■ **SUPPLIED RECORDS**

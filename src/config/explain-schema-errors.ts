import type { ErrorObject } from 'ajv';
import { didYouMean } from './did-you-mean.js';
import type { ConfigProblem } from './problems.js';
import { configSchema } from './schema.js';
import { describeAllowed, describeValue } from './wording.js';
import { pointerSegment, type Position, type YamlTree } from './tree.js';

type SchemaNode = Record<string, unknown>;

const MAX_EXPLAINED = 200;

// The settings are one definition of the schema, used by `defaults` and by every rule.
const SETTING_KEYS = Object.keys(
  ((configSchema.definitions as SchemaNode).settings as SchemaNode).properties as SchemaNode,
);
const RULE_ONLY_KEYS = ['match', 'ignore', 'relative-to'];
const TOP_KEYS = Object.keys(configSchema.properties as SchemaNode);

function segments(pointer: string): string[] {
  return pointer === ''
    ? []
    : pointer
        .slice(1)
        .split('/')
        .map((s) => s.replace(/~1/g, '/').replace(/~0/g, '~'));
}

/**
 * A human name for a place in the config: "cutoff (in defaults)", "worse (in metrics rule #2)",
 * "match item #1 (in metrics rule #3)". List positions are 1-based, as people count.
 * @example placeName('/metrics/1/worse') // 'worse (in metrics rule #2)'
 */
export function placeName(pointer: string): string {
  const parts = segments(pointer);
  if (parts.length === 0) return 'the config';
  const section = parts[0]!;
  const entry = section === 'metrics' ? 'metrics rule' : 'groups entry';
  let context = '';
  let rest = parts.slice(1);
  if ((section === 'metrics' || section === 'groups') && rest.length > 0) {
    context = `${entry} #${Number(rest[0]) + 1}`;
    rest = rest.slice(1);
  } else if (rest.length > 0) {
    context = section;
  }
  if (rest.length === 0) return context === '' ? section : context;
  let name = rest[0]!;
  if (rest.length > 1) name += ` item #${Number(rest[1]) + 1}`;
  return `${name} (in ${context})`;
}

function position(tree: YamlTree, pointer: string, key = false): Position {
  for (let p = pointer; ; p = p.slice(0, p.lastIndexOf('/'))) {
    const found = (key ? tree.keyAt.get(p) : undefined) ?? tree.valueAt.get(p);
    if (found) return found;
    if (p === '') return { line: 1, col: 1 };
  }
}

function unknownKey(error: ErrorObject, tree: YamlTree): ConfigProblem {
  const key = String((error.params as { additionalProperty: string }).additionalProperty);
  const pointer = `${error.instancePath}/${pointerSegment(key)}`;
  const allowed = Object.keys((error.parentSchema as SchemaNode).properties as SchemaNode);
  const where = error.instancePath === '' ? 'at the top level' : `in ${placeName(error.instancePath)}`;
  const guess = didYouMean(key, allowed);
  let fix = guess ? `did you mean "${guess}"?` : `allowed here: ${allowed.join(', ')}`;
  if (!guess && error.instancePath === '' && SETTING_KEYS.includes(key))
    fix = `"${key}" is a metric setting: put it under defaults: or in a metrics rule`;
  if (!guess && error.instancePath !== '' && TOP_KEYS.includes(key))
    fix = `"${key}" is a top-level key: write it without indentation`;
  if (!guess && error.instancePath === '/defaults' && RULE_ONLY_KEYS.includes(key))
    fix = `"${key}" belongs in a metrics rule (under metrics:), not in defaults`;
  return { ...position(tree, pointer, true), message: `unknown key ${JSON.stringify(key)} ${where}`, fix };
}

function wrongValue(error: ErrorObject, tree: YamlTree): ConfigProblem {
  const node = error.parentSchema as SchemaNode;
  const name = placeName(error.instancePath);
  const allowed = describeAllowed(node);
  const message = `${name} must be ${allowed}; got ${describeValue(error.data)}`;
  let fix: string | undefined;
  if (Array.isArray(node.enum) && typeof error.data === 'string') {
    const values = node.enum.map(String);
    const typed = error.data.toLowerCase();
    // A value with a word added or cut ("holmes", "bonf") is as likely a slip as a typo.
    const guess =
      didYouMean(error.data, values) ??
      values.find((v) => v.length >= 3 && (typed.startsWith(v.toLowerCase()) || v.toLowerCase().startsWith(typed)));
    fix = guess ? `did you mean "${guess}"?` : `write one of ${values.join(', ')}`;
  }
  const data = error.data;
  const wantsNumber = node.type === 'number' || node.type === 'integer' || Array.isArray(node.anyOf);
  if (!fix && typeof data === 'string' && wantsNumber && data.trim() !== '' && Number.isFinite(Number(data))) {
    fix = `write the number without quotes: ${data.trim()}`;
  }
  if (!fix && typeof data === 'string' && node.type === 'boolean' && /^(yes|no|on|off|y|n)$/i.test(data)) {
    fix = `write true or false (YAML 1.2 reads ${data} as text)`;
  }
  if (!fix && Array.isArray(node.examples)) fix = `for example: ${JSON.stringify(node.examples[0])}`;
  if (!fix && node.type === 'array') fix = `write ${name} as a YAML list, one item per line starting with "- "`;
  if (!fix) fix = `change it to ${allowed}`; // every refusal says what to do, even without an example
  return { ...position(tree, error.instancePath), message, fix };
}

/**
 * Turns ajv errors into problems at the line:column of the offending key or value, worded as
 * what is allowed there. Errors inside an `anyOf` (match: string or list; tolerance: number or
 * percent) are folded into one problem, placed at the deepest failing part.
 * @example explainSchemaErrors(schemaErrors(value), tree) // [{ line: 2, col: 3, message: 'unknown key "cuttoff" in defaults', fix: 'did you mean "cutoff"?' }]
 */
export function explainSchemaErrors(errors: readonly ErrorObject[], tree: YamlTree): ConfigProblem[] {
  const problems: ConfigProblem[] = [];
  const branches = errors.filter((e) => e.schemaPath.includes('/anyOf/'));
  // A message lists 20 problems; explaining thousands (a file of unknown keys) only costs time.
  for (const error of errors.slice(0, MAX_EXPLAINED)) {
    if (error.schemaPath.includes('/anyOf/')) continue;
    if (error.keyword === 'additionalProperties') {
      problems.push(unknownKey(error, tree));
    } else if (error.keyword === 'required') {
      const key = String((error.params as { missingProperty: string }).missingProperty);
      problems.push({
        ...position(tree, error.instancePath),
        message: `${placeName(error.instancePath)} has no "${key}"`,
        fix: key === 'match' ? 'add a glob over metric names, e.g. match: "latency/*"' : `add ${key}:`,
      });
    } else if (error.keyword === 'anyOf') {
      const inner = branches
        .filter((b) => b.instancePath.startsWith(`${error.instancePath}/`) && b.keyword !== 'type')
        .concat(branches.filter((b) => b.instancePath.startsWith(`${error.instancePath}/`)))[0];
      problems.push(wrongValue(inner ?? error, tree));
    } else {
      problems.push(wrongValue(error, tree));
    }
  }
  const seen = new Set<string>();
  return problems.filter((p) => {
    const id = `${p.line}:${p.col}:${p.message}`;
    return seen.has(id) ? false : (seen.add(id), true);
  });
}
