/** The candidate cutoffs tried when none are given, loosest first. */
const DEFAULT_LADDER = [0.1, 0.05, 0.02, 0.01, 0.005, 0.001, 1e-4, 1e-5, 1e-6];
/**
 * Scores a ladder of cutoffs (every metric at the same cutoff) from one replay, for one family
 * setting. A replayed metric alarms when it lies on its worse side beyond the tolerance and
 * - family none: relative density < cutoff (the gate's plain test);
 * - bonferroni / holm / fdr: its tail, adjusted with every other metric judged in that run
 *   (adjustTails), < cutoffLevel(cutoff) (the gate's family test).
 * Adjusted tails are computed once per run, so the cost is O(points x (log metrics + cutoffs)).
 * @example scoreLadder(replay, [0.01], 'none')[0].runsFlaggedPer100 // 2.5
 */
function scoreLadder(replay, cutoffs, family, truth) {
    const stat = family === 'none' ? replay.metrics.map((m) => m.relativeDensity) : adjustedTails(replay, family);
    const runsJudged = new Set();
    for (const m of replay.metrics)
        for (const r of m.run)
            runsJudged.add(r);
    const runs = runsJudged.size;
    return cutoffs.map((cutoff) => {
        const level = (0,tails/* cutoffLevel */.yp)(cutoff);
        const threshold = family === 'none' ? cutoff : level;
        const perMetric = replay.metrics.map(() => 0);
        const falseRuns = new Set();
        const alarmedRuns = new Set();
        const caughtPairs = new Set();
        let trueAlarms = 0;
        replay.metrics.forEach((m, j) => {
            const values = stat[j];
            for (let p = 0; p < m.run.length; p++) {
                if (m.side[p] !== 1 || !(values[p] < threshold))
                    continue;
                const run = m.run[p];
                alarmedRuns.add(run);
                if (isLabelled(truth, run, m.name)) {
                    trueAlarms++;
                    caughtPairs.add(truth.byRun.get(run) === 'run' ? `${run}` : `${run}\u0000${m.name}`);
                }
                else {
                    perMetric[j]++;
                    falseRuns.add(run);
                }
            }
        });
        const falseAlarms = perMetric.reduce((a, b) => a + b, 0);
        const row = {
            cutoff,
            sigma: (0,tails/* cutoffSigma */.DE)(cutoff),
            level,
            falseAlarms,
            alarmsPerRun: runs === 0 ? 0 : falseAlarms / runs,
            runsFlagged: falseRuns.size,
            runsFlaggedPer100: runs === 0 ? 0 : (100 * falseRuns.size) / runs,
            perMetric,
        };
        if (truth !== undefined)
            row.labelled = labelScore(truth.count, caughtPairs.size, trueAlarms, falseAlarms);
        return row;
    });
}
/** Precision, recall and F1 (van Rijsbergen's F-measure with beta = 1). */
function labelScore(labels, caught, trueAlarms, falseAlarms) {
    const alarms = trueAlarms + falseAlarms;
    const precision = alarms === 0 ? 0 : trueAlarms / alarms;
    const recall = labels === 0 ? 0 : caught / labels;
    const f1 = precision + recall === 0 ? 0 : (2 * precision * recall) / (precision + recall);
    return { labels, caught, trueAlarms, falseAlarms, precision, recall, f1 };
}
/** For each metric and replayed run, its tail adjusted over all metrics judged in that run. */
function adjustedTails(replay, family) {
    const out = replay.metrics.map((m) => new Array(m.run.length).fill(1));
    const byRun = new Map();
    replay.metrics.forEach((m, j) => {
        m.run.forEach((run, p) => {
            let list = byRun.get(run);
            if (list === undefined)
                byRun.set(run, (list = []));
            list.push([j, p]);
        });
    });
    for (const members of byRun.values()) {
        const adjusted = (0,model_family/* adjustTails */.F)(members.map(([j, p]) => replay.metrics[j].tail[p]), family);
        members.forEach(([j, p], i) => (out[j][p] = adjusted[i]));
    }
    return out;
}
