const schema8 = {"type":"object","additionalProperties":false,"required":["match"],"properties":{"match":{"anyOf":[{"type":"string","minLength":1},{"type":"array","minItems":1,"items":{"type":"string","minLength":1}}],"description":"a glob over metric names, or a list of them; '*' stays within one '/' segment, '**' crosses them; a leading '!' excludes","examples":["size/**"]},"cutoff":{"description":"Relative density below which a metric on its worse side is flagged.","type":"number","exclusiveMinimum":0,"exclusiveMaximum":1,"examples":[0.01]},"worse":{"description":"Which direction is bad for the metric.","enum":["higher","lower","both"],"examples":["lower"]},"tolerance":{"description":"Smallest change worth flagging: a number in the metric's unit, or a percent of the baseline mean.","examples":["1%",512],"anyOf":[{"type":"number","minimum":0},{"type":"string","pattern":"^(?:[0-9]+(?:\\.[0-9]*)?|\\.[0-9]+) ?%$","description":"a percent such as \"1%\""}]},"resolution":{"description":"Smallest meaningful step of the metric; the fitted spread is never below it.","type":"number","minimum":0,"examples":[1]},"window":{"description":"Newest baseline runs used for the fit.","type":"integer","minimum":2,"examples":[60]},"min-runs":{"description":"Baseline runs needed before the metric is judged (fewer: learning).","type":"integer","minimum":2,"examples":[8]},"transform":{"description":"Scale the metric is judged on: auto (the log scale for metrics with a time unit, none for the rest), none or log.","enum":["auto","none","log"],"examples":["log"]},"aggregate":{"description":"How repeated samples of a metric in one run become one value.","enum":["median","mean","min","max"],"examples":["min"]},"change-points":{"description":"Restart the baseline at a detected change of the metric's own level that lasts (a regime that comes and goes is not one).","type":"boolean","examples":[false]},"shared-move":{"description":"A timing takes part in the run's shared move of the timings, and is judged on its own move beside it.","type":"boolean","examples":[false]},"ignore":{"description":"Report matching metrics as ignored and never judge them.","type":"boolean","examples":[true]},"relative-to":{"description":"A metric of the same run (a calibration benchmark) whose move is the shared move of the matching metrics: they are judged on their own move beside it.","type":"string","minLength":1,"examples":["latency/calibrate"]}}};
const func5 = (function ucs2length(str) {
    const len = str.length;
    let length = 0;
    let pos = 0;
    let value;
    while (pos < len) {
        length++;
        value = str.charCodeAt(pos++);
        if (value >= 0xd800 && value <= 0xdbff && pos < len) {
            // high surrogate, and there is a next character
            value = str.charCodeAt(pos);
            if ((value & 0xfc00) === 0xdc00)
                pos++; // low surrogate
        }
    }
    return length;
});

■ **YOUR ASSIGNMENT**
Where the string "SchemaNode" occurs in a line of the listing, copy the line.

■ **RESPONSE AREA**
type SchemaNode = Record<string, unknown>;
  ((configSchema.definitions as SchemaNode).settings as SchemaNode).properties as SchemaNode,
const TOP_KEYS = Object.keys(configSchema.properties as SchemaNode);
  const allowed = Object.keys((error.parentSchema as SchemaNode).properties as SchemaNode);
  const node = error.parentSchema as SchemaNode;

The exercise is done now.